### [The data]
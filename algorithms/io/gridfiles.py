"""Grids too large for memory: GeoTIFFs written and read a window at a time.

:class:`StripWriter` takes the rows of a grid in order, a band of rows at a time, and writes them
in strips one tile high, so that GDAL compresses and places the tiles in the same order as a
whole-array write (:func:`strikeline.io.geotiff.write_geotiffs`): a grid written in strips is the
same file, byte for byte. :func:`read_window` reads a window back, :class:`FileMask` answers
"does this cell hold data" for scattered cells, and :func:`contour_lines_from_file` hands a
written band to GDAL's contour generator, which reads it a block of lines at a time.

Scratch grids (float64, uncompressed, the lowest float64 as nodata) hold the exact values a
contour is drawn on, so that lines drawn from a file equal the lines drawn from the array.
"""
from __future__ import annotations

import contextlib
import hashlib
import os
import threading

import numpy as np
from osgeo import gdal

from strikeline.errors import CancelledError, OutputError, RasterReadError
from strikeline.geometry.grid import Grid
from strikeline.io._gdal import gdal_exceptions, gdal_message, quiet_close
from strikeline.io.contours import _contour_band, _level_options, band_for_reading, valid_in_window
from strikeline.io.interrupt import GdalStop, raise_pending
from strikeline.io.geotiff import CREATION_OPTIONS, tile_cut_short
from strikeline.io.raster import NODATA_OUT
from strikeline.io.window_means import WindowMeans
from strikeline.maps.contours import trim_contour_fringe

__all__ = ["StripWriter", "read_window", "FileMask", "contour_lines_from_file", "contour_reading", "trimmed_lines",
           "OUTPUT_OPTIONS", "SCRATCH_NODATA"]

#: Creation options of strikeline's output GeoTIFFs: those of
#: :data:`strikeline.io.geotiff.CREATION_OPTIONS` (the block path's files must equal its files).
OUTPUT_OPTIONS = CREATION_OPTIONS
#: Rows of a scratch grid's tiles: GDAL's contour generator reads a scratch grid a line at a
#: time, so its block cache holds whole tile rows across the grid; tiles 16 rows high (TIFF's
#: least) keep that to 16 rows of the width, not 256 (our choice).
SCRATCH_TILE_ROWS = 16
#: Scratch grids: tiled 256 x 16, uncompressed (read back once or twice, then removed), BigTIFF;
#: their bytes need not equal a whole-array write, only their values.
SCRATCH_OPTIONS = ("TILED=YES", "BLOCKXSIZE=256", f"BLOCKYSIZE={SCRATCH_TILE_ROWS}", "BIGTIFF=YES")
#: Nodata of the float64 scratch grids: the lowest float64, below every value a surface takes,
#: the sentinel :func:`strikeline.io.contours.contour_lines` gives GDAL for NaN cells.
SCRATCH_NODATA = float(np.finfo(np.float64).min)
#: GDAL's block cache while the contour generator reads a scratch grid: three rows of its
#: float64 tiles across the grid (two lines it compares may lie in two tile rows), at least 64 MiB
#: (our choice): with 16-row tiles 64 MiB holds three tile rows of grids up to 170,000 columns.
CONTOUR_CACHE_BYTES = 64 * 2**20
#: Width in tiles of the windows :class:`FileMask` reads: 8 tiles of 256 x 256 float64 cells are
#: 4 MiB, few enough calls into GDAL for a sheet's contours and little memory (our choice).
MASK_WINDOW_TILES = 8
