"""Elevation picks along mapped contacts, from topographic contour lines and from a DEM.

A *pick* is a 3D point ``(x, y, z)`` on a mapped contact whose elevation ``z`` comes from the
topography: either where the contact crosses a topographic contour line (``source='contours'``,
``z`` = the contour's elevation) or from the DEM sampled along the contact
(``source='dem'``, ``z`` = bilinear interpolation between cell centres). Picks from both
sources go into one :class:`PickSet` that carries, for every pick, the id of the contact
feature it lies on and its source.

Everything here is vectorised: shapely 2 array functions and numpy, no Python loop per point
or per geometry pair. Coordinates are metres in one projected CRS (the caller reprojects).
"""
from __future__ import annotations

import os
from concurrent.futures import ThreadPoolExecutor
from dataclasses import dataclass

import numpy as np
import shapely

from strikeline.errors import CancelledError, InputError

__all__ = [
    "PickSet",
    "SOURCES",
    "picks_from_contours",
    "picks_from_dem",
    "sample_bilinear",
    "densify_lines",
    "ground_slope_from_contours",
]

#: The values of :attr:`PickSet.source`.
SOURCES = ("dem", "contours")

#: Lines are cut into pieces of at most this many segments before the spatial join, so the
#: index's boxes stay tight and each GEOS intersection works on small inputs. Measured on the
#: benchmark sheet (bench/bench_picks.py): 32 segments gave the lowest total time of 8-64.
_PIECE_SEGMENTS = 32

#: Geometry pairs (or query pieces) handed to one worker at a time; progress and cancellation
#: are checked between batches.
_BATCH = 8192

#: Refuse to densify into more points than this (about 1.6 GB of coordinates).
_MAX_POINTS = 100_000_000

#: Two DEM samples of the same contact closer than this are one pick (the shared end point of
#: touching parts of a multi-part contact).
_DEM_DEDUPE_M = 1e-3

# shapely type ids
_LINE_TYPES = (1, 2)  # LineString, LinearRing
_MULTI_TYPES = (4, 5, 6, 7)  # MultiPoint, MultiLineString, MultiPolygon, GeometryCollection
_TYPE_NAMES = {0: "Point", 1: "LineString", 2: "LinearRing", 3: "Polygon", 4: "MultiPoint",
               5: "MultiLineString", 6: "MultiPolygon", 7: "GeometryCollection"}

### [Exercise]
Would you copy every line from the listing above that has the string "MultiPoint" in it?

### [Final answer]
_MULTI_TYPES = (4, 5, 6, 7)  # MultiPoint, MultiLineString, MultiPolygon, GeometryCollection
_TYPE_NAMES = {0: "Point", 1: "LineString", 2: "LinearRing", 3: "Polygon", 4: "MultiPoint",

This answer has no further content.